- _What to work on_
Your answer should be the lines of the listing that contain the word "math".

- _Input data_
Start of Block

"""The steps/examples trade-off fitted to a batch-size ladder.

Why: a ladder measures steps-to-target S at a few batch sizes B; the model of
McCandlish, Kaplan, Amodei et al. 2018 ("An Empirical Model of Large-Batch
Training", arXiv 1812.06162) turns those few points into the whole curve:

    S = S_min · (1 + B_noise / B)        steps
    E = E_min · (1 + B / B_noise)        examples, E = S · B
    E_min = S_min · B_noise,  B_crit = E_min / S_min  (= B_noise under this model)

At B = B_crit a run takes 2·S_min steps and 2·E_min examples.

Fit: S is linear in x = 1/B, S = a + b·x with a = S_min and b = S_min·B_noise =
E_min. Steps-to-target is noisy in proportion to its size, so the fit minimises
the relative error Σ((a + b·xᵢ − Sᵢ)/Sᵢ)², a weighted linear least squares,
solved with a ≥ 0, b ≥ 0 by scipy.optimize.lsq_linear. Exact data from the
formula is recovered exactly; two rungs determine the line.
"""

import math
from dataclasses import dataclass

import numpy as np
from scipy.optimize import lsq_linear

# Regime thresholds, in units of B_crit (common practice, not from Shallue et al.
# 2018, who name the regimes but draw no fixed lines). Under the model above:
# below 0.5·B_crit a run needs at most 1.5·E_min examples (close to perfect
# scaling); above 5·B_crit it needs at most 1.2·S_min steps (more batch buys little).
PERFECT_BELOW = 0.5
PLATEAU_ABOVE = 5.0


@dataclass(frozen=True)
class Fit:
    s_min: float  # fewest steps, at infinite batch
    e_min: float  # fewest examples, at batch → 0
    b_noise: float  # inf when steps fall as 1/B over every rung (no plateau seen yet)
    b_crit: float
    residual: float  # root-mean-square relative error of the fitted steps


def fit_tradeoff(batches, steps) -> Fit:
    """Fit S = S_min(1 + B_noise/B) to (batch, steps-to-target) pairs of a ladder.

    Needs at least two rungs at different batch sizes, every batch and step count
    finite and > 0 (leave out rungs that never reached the target).
    """
    b = np.asarray(batches, dtype=float).ravel()
    s = np.asarray(steps, dtype=float).ravel()
    if b.shape != s.shape:
        raise ValueError(f"batches and steps differ in length ({b.size} vs {s.size})")
    if not (np.all(np.isfinite(b)) and np.all(np.isfinite(s)) and np.all(b > 0) and np.all(s > 0)):
        raise ValueError("every batch and steps-to-target must be finite and > 0; drop rungs that missed the target")
    if np.unique(b).size < 2:
        raise ValueError(f"the fit needs rungs at >= 2 different batch sizes, got {np.unique(b).size}")
    design = np.column_stack([1.0 / s, 1.0 / (b * s)])  # rows (a + b/B)/S, target 1
    solution = lsq_linear(design, np.ones_like(s), bounds=(0.0, np.inf), method="bvls", tol=1e-15)
    s_min, e_min = (float(v) for v in solution.x)
    if s_min <= 1e-12 * float(s.max()):  # rounding dust: steps fall as 1/B throughout
        s_min = 0.0
    b_noise = e_min / s_min if s_min > 0 else math.inf
    relative = design @ solution.x - 1.0
    return Fit(s_min=s_min, e_min=e_min, b_noise=b_noise, b_crit=b_noise, residual=float(np.sqrt(np.mean(relative**2))))


def predicted_steps(fit: Fit, batch: float) -> float:
    """S(B) = S_min + E_min / B (the model, written so B_noise = inf still works)."""
    return fit.s_min + fit.e_min / batch


def predicted_examples(fit: Fit, batch: float) -> float:
    """E(B) = S(B) · B = E_min + S_min · B."""
    return fit.e_min + fit.s_min * batch


def regime(batch: float, fit: Fit) -> str:
    """'perfect scaling', 'diminishing returns' or 'plateau' (Shallue et al. 2018,
    "Measuring the Effects of Data Parallelism on Neural Network Training"), with
    the thresholds PERFECT_BELOW and PLATEAU_ABOVE of B_crit above."""
    if batch < PERFECT_BELOW * fit.b_crit:
        return "perfect scaling"
    if batch > PLATEAU_ABOVE * fit.b_crit:
        return "plateau"
    return "diminishing returns"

End of Block

- _Answer for this exercise_
import math
    b_noise = e_min / s_min if s_min > 0 else math.inf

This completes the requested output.